Parents can be fixated on the idea of ‘my children, my children’, and in doing so, lose sight of the children’s rights to know both of their parents.

It is likely that the amendments will encourage parents to mediate and co-operate in parenting matters more equally.

This will be aided by the compulsory mediation and relationship centres that were also established as part of the shared care regiment.

Current legislation

In 2006, the Howard Government introduced the Family Law Amendment (Shared Parental Responsibility) Act 2006 in controversial circumstances.

It remains the most radical change to Australian Family Law since the original Family Law Act 1975 (Cth) was introduced by the Whitlam government.

The Shared Parental Responsibility amendments state that when making a parenting order, a court must apply a presumption that it is in the child’s best interests to have a relationship with both parents.

Exceptional circumstances such as family violence or abuse will mean the presumption is not applicable.

The idea behind the Amendment is to encourage amicable co-parenting and lessen acrimonious disputes which are mentally and financially taxing for all parties involved.

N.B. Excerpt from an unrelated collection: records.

def _percentile_band(rng: np.random.Generator, rows: np.ndarray, draws: int,
                     alpha: float) -> tuple[np.ndarray, np.ndarray]:
    """Pointwise alpha/2 and 1 - alpha/2 quantiles of the mean of B rows resampled with
    replacement (multinomial counts: the mean of a resample is counts @ rows / B)."""
    b, g = rows.shape
    counts = np.concatenate([rng.multinomial(b, np.full(b, 1.0 / b), size=min(_DRAW_BLOCK, draws - s))
                             for s in range(0, draws, _DRAW_BLOCK)]).astype(np.float64)
    lower, upper = np.empty(g), np.empty(g)
    cols = max(1, _BLOCK // max(draws, 1))
    for c in range(0, g, cols):
        means = counts @ rows[:, c:c + cols] / b
        lower[c:c + cols], upper[c:c + cols] = np.quantile(
            means, [alpha / 2, 1 - alpha / 2], axis=0, method="inverted_cdf")
    return lower, upper


def band_statistics(rows: Any, grid: Any, *, level: float = 0.95, seed: int = 0,
                    draws: int = DEFAULT_DRAWS, sample_size: int, eps: float,
                    max_dim: int | None = None, n_points: int, replace: bool = False) -> Bands:
    """Mean curve and bands from the (B x grid) matrix of replicate curves.

    Parameters
    ----------
    rows : array_like, (B, grid)
        Replicate i's curve on the grid in row i (integers; B >= 2).
    grid : array_like, (grid,)
        The scales.
    level : float
        Confidence level in (0, 1).
    seed : int
        Seeds the bootstrap draws (streams apart from the replicates').
    draws : int
        Multiplier and percentile bootstrap draws.
    sample_size, eps, max_dim, n_points, replace
        Recorded in the result (how the replicates were made).

    Returns
    -------
    Bands
        The simultaneous band is ``Ybar +- Z / sqrt(B)`` with Z the (1 - alpha) quantile
        of ``sup_t |B^(-1/2) sum_i xi_i (Y_i(t) - Ybar(t))|`` over ``xi ~ N(0, I_B)``;
        quantiles are empirical (``inverted_cdf``).

    Examples
    --------
    >>> rows = np.array([[5, 3], [5, 2], [5, 4], [5, 3]])
    >>> b = band_statistics(rows, [0.0, 1.0], sample_size=5, eps=1.0, n_points=50)
    >>> b.mean.tolist(), bool(b.lower_simultaneous[1] < 3.0 < b.upper_simultaneous[1])
    ([5.0, 3.0], True)
    """
    y = np.asarray(rows)
    if y.ndim != 2 or y.shape[0] < 2:
        raise ValueError(f"rows must be a (B, grid) matrix with B >= 2, got shape {y.shape}")
    g = np.asarray(grid, dtype=np.float64)
    if g.shape != (y.shape[1],):
        raise ValueError(f"grid has shape {g.shape}, the rows {y.shape[1]} columns")
    if not 0.0 < float(level) < 1.0:
        raise ValueError(f"level must lie strictly between 0 and 1, got {level!r}")
    y = y.astype(np.float64)
    b = y.shape[0]
    alpha = 1.0 - float(level)
    mean = y.mean(axis=0)
    sd = y.std(axis=0, ddof=1)
    half = NormalDist().inv_cdf(1.0 - alpha / 2) * sd / math.sqrt(b)
    sups = _sup_norms(statistics_generator(seed, 1), y - mean, draws)
    z = float(np.quantile(sups, 1.0 - alpha, method="inverted_cdf"))
    lo_p, hi_p = _percentile_band(statistics_generator(seed, 2), y, draws, alpha)
    return Bands(grid=g, mean=mean, sd=sd,
                 lower_simultaneous=mean - z / math.sqrt(b), upper_simultaneous=mean + z / math.sqrt(b),
                 lower_normal=mean - half, upper_normal=mean + half,
                 lower_percentile=lo_p, upper_percentile=hi_p,
                 level=float(level), replicates=b, sample_size=sample_size, sup_quantile=z,
                 draws=draws, seed=seed, eps=eps, max_dim=max_dim, n_points=n_points,
                 replace=replace)


# ------------------------------------------------------------------------ the driver


def bands(points: Any, eps: float, replicates: int, sample_size: int, *, grid: Any = None,
          max_dim: int | None = None, level: float = 0.95, seed: int = 0, replace: bool = False,
          draws: int = DEFAULT_DRAWS, per_task: int | None = None, store: str | None = None,
          where: Any = None, threads: int | None = None,
          storage_options: Mapping[str, Any] | None = None) -> Bands:
    """Confidence bands for the mean curve of size-m subsamples of a cloud.

    The bands cover the mean curve at sample size m (``E chi_m(t)`` on the grid), not the
    curve of the full cloud: see the module docstring for what that target is and when it
    approximates the population's mean at size m (``m * replicates`` much smaller than
    the cloud's size).

    Parameters
    ----------
    points : array of shape (n, d)
        The cloud.
    eps : float
        Largest scale of every replicate's Rips filtration.
    replicates : int
        B >= 2, the number of subsamples.
    sample_size : int
        m, points per subsample (at most n without replacement).
    grid : sequence of float or "START:STOP:COUNT", optional
        Scales in [0, eps]; default ``0:eps:101``.
    max_dim : int, optional
        Simplex dimension cap.
    level : float
        Confidence level in (0, 1).
    seed : int
        Replicate i draws its rows from a generator seeded by ``(seed, i)`` alone; the
        bootstrap draws from streams of their own.
    replace : bool
        Draw with replacement (a warning: repeated rows are dominated vertices, so each
        resample behaves like a smaller subsample).
    draws : int
        Bootstrap draws for the simultaneous and percentile bands.
    per_task : int, optional
        Replicates per engine task (default: about 16 tasks).
    store : str, optional
        A run store location: the replicates run as the `bands` job on the engine
        (resumable) with `where` (a `chitally.runs.Where`; default a LocalCluster).
    threads : int, optional
        In-process threads over replicates (default: all cores).

    Returns
    -------
    Bands

    Examples
    --------
    >>> rng = np.random.default_rng(0)
    >>> b = bands(rng.random((2000, 2)), 0.1, replicates=20, sample_size=100, grid="0:0.1:5")
    >>> float(b.mean[0]), b.replicates, b.sample_size
    (100.0, 20, 100)
    """
    from .jobs.bands import BandsParams, check_cloud, replicate_rows

    params = BandsParams.checked(eps, replicates, sample_size, grid, max_dim, level, seed, replace,
                                 per_task, draws)
    pts = check_cloud(points, params)
    if params.replace:
        warnings.warn(REPLACE_WARNING, UserWarning, stacklevel=2)
    if store is None:
        rows = replicate_rows(pts, range(params.replicates), params, threads=threads)
        return params.statistics(rows, pts.shape[0])
    from .jobs.bands import create_or_open
    from .runs import Where, run

    rs = create_or_open(store, pts, params, storage_options=storage_options)
    report = run(rs, where if where is not None else Where())
    if not report.complete:
        raise RuntimeError(f"{len(report.failed)} tasks failed; `chitally resume {rs.url}` continues")
    return report.result


def default_grid(eps: float) -> np.ndarray:
    """The default grid ``0:eps:101``."""
    from .curve import parse_grid

    return parse_grid(f"0:{float(eps)!r}:{DEFAULT_GRID_COUNT}")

The application of the shared care amendments, however, has led to radical action by the Courts.

5 thoughts on “Family Court Decision – One Mother’s Severe Lesson In Co-Parenting”

  1. no family court orders , mother deluberatly takes child out so father cant see him , calls the police for harassment when he arrives to pick him up , she stating baby wet and hungry and crying on return , not true , ever we got different nappies now , what are his rights , baby in his name .

  2. Duncan Moorcock

    My ex wife took my kids to newzealand for a suposed holiday and was meant to return within 6 months as her mother was ill and apparently dying. The ex stated she woyld put their belongings in storage until their return. 2 weeks afyer they had been in new zealand i asked the ex where she had stored their belongings which were still half mine. She saud i sold them all and we are not coming back. I have spent lots of money travelling to see my kids in nz and want them returned to their home so we can have some type of normal relationship.i love my kids and im a good dad .where do i stand with this? Im putting in an application thru the hague convention and doing a parenting order

  3. We are a Christian family but my ex decided to convert to Islam and run away with my our children. It’s been 6 years of false allegations against me and 100% negative coaching of the children degrading me, my family and our faith. I havent seen our children for more than 3 months supervised in all this time. They have been removed from their Christian school and converted to Islam. No one wants to discuss the elephant in the room which is religion and because of political correctness and total bias the children have been denied the right to have a relationship with me or my family. What do I do?

    1. There is a presumption under Australian law that parents have equal and shared parental responsibility for the major long term decisions of the child.

      Religion falls under a major decision.

      If you cannot decide what religion the children will be, the court will decide for you. This means putting in a court application.